Work required. Find each line of the material below in which the word "length" occurs, and return it.

Provided entries.
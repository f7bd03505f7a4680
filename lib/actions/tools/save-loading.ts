"use server";
import { getWeightBalanceProfile, saveBookingLoading, toLoadingProfile } from "@/db/queries/tools-wb";
import { loadBookingForParty } from "@/lib/actions/bookings/booking-access";
import { clubAction } from "@/lib/actions/create-action";
import { ActionError } from "@/lib/actions/action-state";
import { computeLoading } from "@/lib/bookings/loading";
import { loadingSchema } from "@/lib/validation/tools";

// The member's weight and balance for a booking, computed on the server from the aircraft's
// profile and saved with the booking (the latest one counts).
export const saveLoading = clubAction({
  schema: loadingSchema,
  permission: ["read", "Tools"],
  success: "Weight and balance saved with the booking.",
  run(tx, ctx, input) {
    const { club, user } = ctx;
    const booking = loadBookingForParty(tx, ctx, input.bookingId);
    if (booking.status === "cancelled" || booking.status === "checked_in") throw new ActionError(`This booking is ${booking.status === "cancelled" ? "cancelled" : "flown and its flight sheet closed"}; its weight and balance is kept as it was.`, {}, "conflict");
    const profile = getWeightBalanceProfile(tx, club.id, booking.aircraftId);
    if (!profile) throw new ActionError("This aircraft has no weight and balance figures yet; ask maintenance to enter them.", {}, "not_found");
    const stationWeights: Record<string, number> = {};
    input.stationKey.forEach((k, i) => (stationWeights[k] = input.stationWeight[i] ?? 0));
    const fuelVolumes: Record<string, number> = {};
    input.tankKey.forEach((k, i) => (fuelVolumes[k] = input.tankVolume[i] ?? 0));
    const unknown = [...Object.keys(stationWeights).filter((k) => !profile.stations.some((s) => s.key === k)), ...Object.keys(fuelVolumes).filter((k) => !profile.tanks.some((t) => t.key === k))];
    if (unknown.length) throw new ActionError("The aircraft's figures changed while you were typing; reload the page and enter the loading again.", {}, "conflict");
    const result = computeLoading(toLoadingProfile(profile), { category: input.category, stationWeights, fuelVolumes, burnVolume: input.burnVolume }, ctx.club.locale);
    const point = (p: typeof result.takeoff) => ({ weight: p.weight, moment: p.moment, cg: p.cg, withinEnvelope: p.withinEnvelope, overweight: p.overweight });
    saveBookingLoading(tx, club.id, booking.id, {
      profileId: profile.id,
      category: input.category,
      stationWeights,
      fuelVolumes,
      burnVolume: input.burnVolume,
      takeoff: point(result.takeoff),
      landing: point(result.landing),
      problems: result.problems,
      savedById: user.id,
    });
    return {
      message: result.problems.length ? `Saved, but out of limits: ${result.problems.join(" ")}` : "Saved: within the envelope and every limit at takeoff and at landing.",
      data: { problems: result.problems },
      refresh: true,
    };
  },
});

Response to the exercise.
    if (unknown.length) throw new ActionError("The aircraft's figures changed while you were typing; reload the page and enter the loading again.", {}, "conflict");
      message: result.problems.length ? `Saved, but out of limits: ${result.problems.join(" ")}` : "Saved: within the envelope and every limit at takeoff and at landing.",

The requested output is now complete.